▸ TASK
Take every line containing "takes" from the material and copy it.
** Opening DATA LISTING block **
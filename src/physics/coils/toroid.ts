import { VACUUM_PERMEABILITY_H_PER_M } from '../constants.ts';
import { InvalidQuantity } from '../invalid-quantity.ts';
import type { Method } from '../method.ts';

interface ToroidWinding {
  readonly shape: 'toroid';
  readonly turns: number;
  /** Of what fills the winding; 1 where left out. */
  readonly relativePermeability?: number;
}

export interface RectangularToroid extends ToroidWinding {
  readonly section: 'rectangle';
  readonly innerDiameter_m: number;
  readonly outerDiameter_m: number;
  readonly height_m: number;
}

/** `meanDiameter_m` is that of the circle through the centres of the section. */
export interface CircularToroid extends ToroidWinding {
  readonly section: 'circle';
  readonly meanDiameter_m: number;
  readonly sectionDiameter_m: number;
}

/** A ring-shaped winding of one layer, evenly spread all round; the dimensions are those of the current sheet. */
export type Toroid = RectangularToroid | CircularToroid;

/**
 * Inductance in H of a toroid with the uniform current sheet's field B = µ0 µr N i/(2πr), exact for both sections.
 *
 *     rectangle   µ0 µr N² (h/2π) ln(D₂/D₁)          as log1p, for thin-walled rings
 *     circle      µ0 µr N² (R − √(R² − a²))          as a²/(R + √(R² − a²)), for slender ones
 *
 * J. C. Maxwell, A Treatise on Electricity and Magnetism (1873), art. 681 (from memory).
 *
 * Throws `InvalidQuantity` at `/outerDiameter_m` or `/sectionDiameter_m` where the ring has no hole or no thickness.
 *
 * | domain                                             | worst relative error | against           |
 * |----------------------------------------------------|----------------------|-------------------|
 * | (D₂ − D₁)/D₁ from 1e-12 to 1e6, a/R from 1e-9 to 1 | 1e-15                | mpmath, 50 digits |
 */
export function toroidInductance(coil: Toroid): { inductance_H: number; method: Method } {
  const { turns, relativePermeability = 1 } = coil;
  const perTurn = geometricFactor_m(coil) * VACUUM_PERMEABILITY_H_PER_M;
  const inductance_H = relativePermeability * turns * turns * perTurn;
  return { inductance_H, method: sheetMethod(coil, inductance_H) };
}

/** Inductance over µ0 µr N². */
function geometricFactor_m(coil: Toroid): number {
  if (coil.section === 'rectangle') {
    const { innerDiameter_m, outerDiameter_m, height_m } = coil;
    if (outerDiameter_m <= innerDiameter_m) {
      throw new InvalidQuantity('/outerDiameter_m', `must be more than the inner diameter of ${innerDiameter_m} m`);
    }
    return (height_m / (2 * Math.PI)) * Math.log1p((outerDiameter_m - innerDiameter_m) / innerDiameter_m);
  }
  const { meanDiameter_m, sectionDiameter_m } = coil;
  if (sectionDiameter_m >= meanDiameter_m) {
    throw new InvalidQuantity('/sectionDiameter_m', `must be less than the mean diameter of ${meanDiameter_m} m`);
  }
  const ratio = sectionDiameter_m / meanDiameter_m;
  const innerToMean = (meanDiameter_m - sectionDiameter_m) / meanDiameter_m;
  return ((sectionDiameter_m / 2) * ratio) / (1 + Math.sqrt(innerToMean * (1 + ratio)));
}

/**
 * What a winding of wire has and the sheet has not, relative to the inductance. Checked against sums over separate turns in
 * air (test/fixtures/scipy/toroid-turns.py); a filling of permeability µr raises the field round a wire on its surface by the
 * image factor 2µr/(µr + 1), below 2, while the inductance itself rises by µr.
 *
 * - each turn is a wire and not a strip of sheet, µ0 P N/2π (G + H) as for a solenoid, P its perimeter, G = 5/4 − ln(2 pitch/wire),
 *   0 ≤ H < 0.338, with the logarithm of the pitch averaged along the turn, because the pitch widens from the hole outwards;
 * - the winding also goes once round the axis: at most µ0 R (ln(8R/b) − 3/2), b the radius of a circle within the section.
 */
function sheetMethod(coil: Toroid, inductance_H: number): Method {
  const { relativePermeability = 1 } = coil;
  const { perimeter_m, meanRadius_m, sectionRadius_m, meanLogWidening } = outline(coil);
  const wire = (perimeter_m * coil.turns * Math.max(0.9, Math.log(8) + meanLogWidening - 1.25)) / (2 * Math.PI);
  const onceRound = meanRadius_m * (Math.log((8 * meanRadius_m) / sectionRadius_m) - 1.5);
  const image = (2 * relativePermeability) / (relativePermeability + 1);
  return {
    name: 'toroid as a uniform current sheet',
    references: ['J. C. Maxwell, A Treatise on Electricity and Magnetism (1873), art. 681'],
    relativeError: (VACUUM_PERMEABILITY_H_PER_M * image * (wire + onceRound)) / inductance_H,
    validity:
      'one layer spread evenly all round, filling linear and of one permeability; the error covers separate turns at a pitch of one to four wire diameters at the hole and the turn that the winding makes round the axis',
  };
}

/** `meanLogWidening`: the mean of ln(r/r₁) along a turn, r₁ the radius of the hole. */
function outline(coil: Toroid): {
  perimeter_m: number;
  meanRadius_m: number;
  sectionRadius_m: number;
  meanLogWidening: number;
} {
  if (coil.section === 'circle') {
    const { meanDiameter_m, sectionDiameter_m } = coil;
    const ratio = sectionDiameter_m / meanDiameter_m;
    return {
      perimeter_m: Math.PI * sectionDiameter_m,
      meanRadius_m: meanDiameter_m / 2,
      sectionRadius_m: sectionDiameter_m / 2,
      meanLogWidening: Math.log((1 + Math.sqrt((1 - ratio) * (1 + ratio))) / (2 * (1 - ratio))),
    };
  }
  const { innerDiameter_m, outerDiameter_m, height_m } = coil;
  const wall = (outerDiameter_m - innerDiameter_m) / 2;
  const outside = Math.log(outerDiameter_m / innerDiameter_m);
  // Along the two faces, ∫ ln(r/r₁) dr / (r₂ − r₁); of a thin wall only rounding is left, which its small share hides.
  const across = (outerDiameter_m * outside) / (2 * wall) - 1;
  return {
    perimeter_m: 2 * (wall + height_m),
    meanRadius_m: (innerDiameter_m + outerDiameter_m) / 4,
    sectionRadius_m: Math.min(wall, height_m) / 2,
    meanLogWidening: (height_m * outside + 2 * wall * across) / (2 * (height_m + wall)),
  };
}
** Closing DATA LISTING block **
** Opening DATA LISTING block **
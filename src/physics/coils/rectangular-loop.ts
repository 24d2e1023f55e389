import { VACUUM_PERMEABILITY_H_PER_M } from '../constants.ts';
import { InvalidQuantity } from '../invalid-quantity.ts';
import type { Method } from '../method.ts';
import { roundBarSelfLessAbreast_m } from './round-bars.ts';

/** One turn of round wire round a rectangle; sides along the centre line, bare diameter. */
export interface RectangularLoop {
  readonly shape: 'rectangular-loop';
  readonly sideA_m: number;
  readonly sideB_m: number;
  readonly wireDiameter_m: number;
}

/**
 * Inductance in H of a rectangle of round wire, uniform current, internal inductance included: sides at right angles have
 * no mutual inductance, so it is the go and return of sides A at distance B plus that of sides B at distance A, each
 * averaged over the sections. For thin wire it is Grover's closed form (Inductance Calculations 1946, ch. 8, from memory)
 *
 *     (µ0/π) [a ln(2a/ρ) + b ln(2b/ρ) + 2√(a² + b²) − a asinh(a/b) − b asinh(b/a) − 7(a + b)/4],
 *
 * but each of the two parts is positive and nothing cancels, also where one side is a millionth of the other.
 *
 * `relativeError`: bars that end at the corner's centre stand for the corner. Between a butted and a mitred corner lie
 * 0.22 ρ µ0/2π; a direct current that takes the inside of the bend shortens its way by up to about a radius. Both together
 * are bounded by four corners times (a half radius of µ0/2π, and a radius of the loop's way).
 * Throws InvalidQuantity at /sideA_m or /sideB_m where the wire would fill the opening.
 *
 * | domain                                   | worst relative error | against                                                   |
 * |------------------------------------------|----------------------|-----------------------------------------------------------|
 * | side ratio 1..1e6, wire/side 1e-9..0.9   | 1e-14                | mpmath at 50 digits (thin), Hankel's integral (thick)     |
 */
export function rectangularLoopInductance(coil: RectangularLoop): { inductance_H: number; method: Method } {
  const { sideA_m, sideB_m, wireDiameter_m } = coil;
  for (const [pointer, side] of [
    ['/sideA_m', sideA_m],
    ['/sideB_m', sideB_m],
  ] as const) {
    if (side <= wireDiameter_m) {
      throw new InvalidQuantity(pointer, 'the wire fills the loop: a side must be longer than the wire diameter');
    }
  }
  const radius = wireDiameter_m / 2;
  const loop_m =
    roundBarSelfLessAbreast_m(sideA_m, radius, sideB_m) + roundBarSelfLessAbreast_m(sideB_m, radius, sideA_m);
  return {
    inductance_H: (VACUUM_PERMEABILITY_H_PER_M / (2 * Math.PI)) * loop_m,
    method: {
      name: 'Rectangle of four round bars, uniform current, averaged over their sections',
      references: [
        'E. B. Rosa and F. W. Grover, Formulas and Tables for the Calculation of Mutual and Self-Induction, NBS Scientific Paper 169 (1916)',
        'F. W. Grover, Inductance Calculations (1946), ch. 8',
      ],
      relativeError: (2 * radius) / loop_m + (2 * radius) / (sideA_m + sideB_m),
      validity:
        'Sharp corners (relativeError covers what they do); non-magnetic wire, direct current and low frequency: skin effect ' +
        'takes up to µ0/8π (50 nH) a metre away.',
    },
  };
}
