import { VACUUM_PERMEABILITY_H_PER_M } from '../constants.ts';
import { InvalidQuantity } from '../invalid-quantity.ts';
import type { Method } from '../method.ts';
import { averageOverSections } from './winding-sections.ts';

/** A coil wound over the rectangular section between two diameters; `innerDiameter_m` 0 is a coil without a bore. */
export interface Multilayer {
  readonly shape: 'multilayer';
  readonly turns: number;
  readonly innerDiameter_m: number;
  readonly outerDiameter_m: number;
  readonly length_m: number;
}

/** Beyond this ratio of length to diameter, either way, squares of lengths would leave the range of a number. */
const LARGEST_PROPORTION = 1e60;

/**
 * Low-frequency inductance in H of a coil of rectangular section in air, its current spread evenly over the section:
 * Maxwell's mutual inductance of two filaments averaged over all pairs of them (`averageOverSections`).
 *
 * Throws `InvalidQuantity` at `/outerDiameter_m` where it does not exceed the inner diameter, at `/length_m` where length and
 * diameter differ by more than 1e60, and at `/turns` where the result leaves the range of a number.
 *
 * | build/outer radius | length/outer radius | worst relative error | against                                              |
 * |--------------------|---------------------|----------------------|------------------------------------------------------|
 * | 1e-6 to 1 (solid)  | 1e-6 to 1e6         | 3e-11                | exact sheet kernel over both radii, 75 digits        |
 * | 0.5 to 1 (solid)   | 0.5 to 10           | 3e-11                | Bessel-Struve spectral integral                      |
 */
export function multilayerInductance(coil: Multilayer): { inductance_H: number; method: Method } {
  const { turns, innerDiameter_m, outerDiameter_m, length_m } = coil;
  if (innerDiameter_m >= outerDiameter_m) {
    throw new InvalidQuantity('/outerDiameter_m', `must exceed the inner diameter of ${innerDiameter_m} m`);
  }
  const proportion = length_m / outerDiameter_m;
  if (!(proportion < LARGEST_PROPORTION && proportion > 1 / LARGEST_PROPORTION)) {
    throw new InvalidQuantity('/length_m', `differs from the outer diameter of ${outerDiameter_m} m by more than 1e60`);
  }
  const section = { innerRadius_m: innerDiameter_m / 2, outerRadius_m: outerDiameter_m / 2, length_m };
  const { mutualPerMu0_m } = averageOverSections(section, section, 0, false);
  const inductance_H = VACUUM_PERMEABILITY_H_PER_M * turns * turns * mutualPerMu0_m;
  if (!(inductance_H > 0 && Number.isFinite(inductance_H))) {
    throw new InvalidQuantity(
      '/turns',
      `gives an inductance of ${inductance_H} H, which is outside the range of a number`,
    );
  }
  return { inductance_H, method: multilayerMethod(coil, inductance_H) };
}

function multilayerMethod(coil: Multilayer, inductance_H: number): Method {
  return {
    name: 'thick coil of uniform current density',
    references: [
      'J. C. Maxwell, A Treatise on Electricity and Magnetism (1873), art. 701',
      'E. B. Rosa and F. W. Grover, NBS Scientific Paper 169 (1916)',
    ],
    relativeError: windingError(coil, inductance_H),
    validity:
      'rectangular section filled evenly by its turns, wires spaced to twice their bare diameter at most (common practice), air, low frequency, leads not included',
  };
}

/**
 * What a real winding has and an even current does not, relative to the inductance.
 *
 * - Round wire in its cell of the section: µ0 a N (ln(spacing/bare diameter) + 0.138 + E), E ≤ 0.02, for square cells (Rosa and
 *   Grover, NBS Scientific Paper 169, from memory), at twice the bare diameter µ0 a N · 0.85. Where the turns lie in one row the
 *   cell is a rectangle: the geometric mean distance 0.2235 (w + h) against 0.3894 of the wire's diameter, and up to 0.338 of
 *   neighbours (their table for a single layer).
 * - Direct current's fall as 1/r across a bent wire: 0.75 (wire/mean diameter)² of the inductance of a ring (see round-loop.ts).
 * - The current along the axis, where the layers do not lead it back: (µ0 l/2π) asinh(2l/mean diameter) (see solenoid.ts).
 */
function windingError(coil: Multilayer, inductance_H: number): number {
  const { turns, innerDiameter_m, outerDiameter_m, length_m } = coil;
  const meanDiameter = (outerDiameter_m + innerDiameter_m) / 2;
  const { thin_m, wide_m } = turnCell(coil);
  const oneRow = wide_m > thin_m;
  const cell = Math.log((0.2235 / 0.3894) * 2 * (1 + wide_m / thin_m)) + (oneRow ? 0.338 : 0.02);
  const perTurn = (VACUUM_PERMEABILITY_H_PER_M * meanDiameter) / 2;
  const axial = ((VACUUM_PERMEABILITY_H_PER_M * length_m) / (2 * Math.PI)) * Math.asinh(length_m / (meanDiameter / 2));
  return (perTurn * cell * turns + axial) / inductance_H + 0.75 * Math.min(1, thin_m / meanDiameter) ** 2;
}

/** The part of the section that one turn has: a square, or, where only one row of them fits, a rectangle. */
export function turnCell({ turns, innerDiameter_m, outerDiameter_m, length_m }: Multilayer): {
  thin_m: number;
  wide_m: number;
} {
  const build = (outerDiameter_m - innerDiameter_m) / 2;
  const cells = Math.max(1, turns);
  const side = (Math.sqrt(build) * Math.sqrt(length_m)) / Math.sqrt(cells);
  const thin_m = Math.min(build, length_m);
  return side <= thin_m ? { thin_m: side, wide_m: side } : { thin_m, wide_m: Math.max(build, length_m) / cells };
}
** Closing DATA LISTING block **
▸ RESPONSE
 * 0.22 ρ µ0/2π; a direct current that takes the inside of the bend shortens its way by up to about a radius. Both together
        'takes up to µ0/8π (50 nH) a metre away.',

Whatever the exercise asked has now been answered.